Books are taking a lot of time and other users need access to the uploader?
You can install the stand alone uploader we have available so that all the processing is done on your computer before it is pushed up to the server to go live. If you only have a few books to upload this will not be necessary. If you have a huge number of books to upload and uploading 1-3 books a day is not going to be fast enough, let support know and we will help you setup an uploader on your work machine so it can use your system to process and then upload to LUNA.
The LUNA Uploader will be able to upload and process your books. processing of all the images that make up the book can take some time and will put some load on LUNA while the procesing is being done. This load can slow down the normal use of LUNA. If you are only going to upload a few books and not that often it should not be a problem. You could also upload the books at the end of the day when there are few, if any, users on LUNA.

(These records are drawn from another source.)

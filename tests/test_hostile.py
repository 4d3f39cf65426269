"""Fail closed, lose nothing, leak nothing: hostile inputs through the public command line.

Every case goes through ``gate.cli.cli`` with click's ``CliRunner`` (stdout and
stderr apart), as a user or a CI job would hit it: ``roofgate evaluate`` writing
every report, ``roofgate profile``, and ``roofgate check`` in a throwaway git
repository. Models are built in code with ``onnx.helper`` (nothing downloaded).

What "fail closed" means here (docs and gate/errors.py): bad input exits 2 with
one line naming the file and the remedy, a model that cannot be analysed never
reads as a pass in any report, internal errors exit 3, no traceback without
``--debug``. Model-supplied strings are escaped in every report format.
"""

from __future__ import annotations

import json
import os
import random
import re
import subprocess
import sys
import xml.etree.ElementTree as ET
from datetime import date, timedelta
from pathlib import Path
from typing import Any

import numpy as np
import onnx
import pytest
from click.testing import CliRunner, Result
from onnx import TensorProto, helper, numpy_helper

from gate import costmodel
from gate.cli import cli
from gate.ops import registry
from tests.gitkit import Repo
from tests.loadkit import deeply_nested_if, model, save, small_cnn, vi, weight
from tests.recordkit import HOSTILE_NAME

REPO_ROOT = Path(__file__).resolve().parents[1]
DEFAULT_POLICY = str(REPO_ROOT / "gate" / "policies" / "default.yaml")
STRICT_POLICY = str(REPO_ROOT / "gate" / "policies" / "strict.yaml")
TARGET = "ws-64x64-4mib"
ACME = helper.make_opsetid("com.acme", 1)
REPORTS = ("junit", "markdown", "json", "sarif", "html")
FILES = {"junit": "junit.xml", "markdown": "summary.md", "json": "result.json",
         "sarif": "result.sarif", "html": "report.html"}


# --- running the command line ---------------------------------------------------------

def invoke(args: list[str]) -> Result:
    return CliRunner().invoke(cli, args)


def gate(model_path: Path | str, out: Path, *, policy: str = DEFAULT_POLICY,
         extra: tuple[str, ...] = ()) -> Result:
    """``roofgate evaluate MODEL`` writing every report under ``out``, annotations on stdout."""
    args = ["evaluate", str(model_path), "--target", TARGET, "--policy", policy]
    for name in REPORTS:
        args += [f"--{name}", str(out / FILES[name])]
    return invoke([*args, "--annotations", "-", *extra])


def assert_no_traceback(result: Result) -> None:
    assert "Traceback" not in result.stdout + result.stderr
    assert result.exception is None or isinstance(result.exception, SystemExit), \
        repr(result.exception)


def error_lines(text: str, needle: str) -> list[str]:
    return [line for line in text.splitlines() if needle in line]


# --- model builders ---------------------------------------------------------------------

def _cnn_bytes() -> bytes:
    return small_cnn().SerializeToString()


def _no_graph() -> bytes:
    proto = small_cnn()
    proto.ClearField("graph")
    return proto.SerializeToString()


def _opset(version: int) -> bytes:
    proto = small_cnn()
    proto.opset_import[0].version = version
    return proto.SerializeToString()


def _ir(version: int) -> bytes:
    proto = small_cnn()
    proto.ir_version = version
    return proto.SerializeToString()


def _cyclic() -> bytes:
    nodes = [helper.make_node("Relu", ["b"], ["a"], name="r1"),
             helper.make_node("Add", ["a", "x"], ["b"], name="r2")]
    return model(nodes, [vi("x", [1, 4])], [vi("b", [1, 4])]).SerializeToString()


def _dangling() -> bytes:
    nodes = [helper.make_node("Add", ["x", "ghost"], ["y"], name="dang")]
    return model(nodes, [vi("x", [1, 4])], [vi("y", [1, 4])]).SerializeToString()


def _truncated(fraction: float) -> bytes:
    data = _cnn_bytes()
    return data[:max(1, int(len(data) * fraction))]


def _after_graph() -> bytes:
    """Cut exactly at a field boundary: the graph parses, the opset list is gone."""
    proto = small_cnn()
    proto.ClearField("opset_import")
    return proto.SerializeToString()


LFS_POINTER = (b"version https://git-lfs.github.com/spec/v1\n"
               b"oid sha256:" + b"ab" * 32 + b"\nsize 4096\n")

# (id, bytes builder, a phrase of the remedy the error line must carry)
BAD_MODELS: list[tuple[str, Any, str]] = [
    ("empty", lambda: b"", "re-export"),
    ("truncated-1-byte", lambda: _cnn_bytes()[:1], "re-export"),
    ("truncated-10pct", lambda: _truncated(0.10), "re-export"),
    ("truncated-half", lambda: _truncated(0.50), "re-export"),
    ("truncated-90pct", lambda: _truncated(0.90), "re-export"),
    ("truncated-last-byte", lambda: _cnn_bytes()[:-1], "re-export"),
    ("truncated-at-field-boundary", _after_graph, "re-export"),
    ("random-bytes", lambda: random.Random(7).randbytes(2048), "re-export"),
    ("random-bytes-small", lambda: random.Random(11).randbytes(17), "re-export"),
    ("git-lfs-pointer", lambda: LFS_POINTER, "git lfs pull"),
    ("tensor-not-model", lambda: numpy_helper.from_array(
        np.zeros(64, np.float32), "t").SerializeToString(), "re-export"),
    ("node-not-model", lambda: helper.make_node("Relu", ["x"], ["y"]).SerializeToString(),
     "re-export"),
    ("no-graph", _no_graph, "re-export"),
    ("opset-too-new", lambda: _opset(onnx.defs.onnx_opset_version() + 50), "upgrade onnx"),
    ("ir-too-new", lambda: _ir(onnx.IR_VERSION + 5), "upgrade onnx"),
    ("cyclic", _cyclic, "re-export"),
    ("dangling-edge", _dangling, "re-export"),
    ("nested-500-deep", lambda: deeply_nested_if(500), "re-export"),
    ("negative-dim", lambda: _negative_dim().SerializeToString(), "re-export"),
]


@pytest.fixture(scope="module")
def bad_models(tmp_path_factory: pytest.TempPathFactory) -> dict[str, Path]:
    folder = tmp_path_factory.mktemp("bad")
    paths = {}
    for case, build, _ in BAD_MODELS:
        path = folder / f"{case}.onnx"
        path.write_bytes(build())
        paths[case] = path
    return paths


# --- unanalysable models: gate -----------------------------------------------------------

If you are going to be uploading many books or big books or many big books you may want to think about installing the standalone uploader on your machine. This will allow you to access the LUNA interface like you are used to and upload your books but all the processing will be done on your computer and the final processed book uploaded to your online LUNA instance. This will take all of the load off LUNA and allow user to continue browsing and working on projects without any stress on the system.
Can I upload more than one book at a time? Make a .zip file for each book and upload them.
Yes. You will need to get the following together in a folder:
- an images sub directory (filled with your images: 0001.jpg, 0002.jpg, 0003.jpg, etc...)
- a book.properties file
- a text-searchable PDF (optional)
- an XML file converted from the PDF (optional)
Highlight all of these items and create a .zip file that is the same name as the book you are uploading. Upload the .zip files in the Uploader under the Books tab.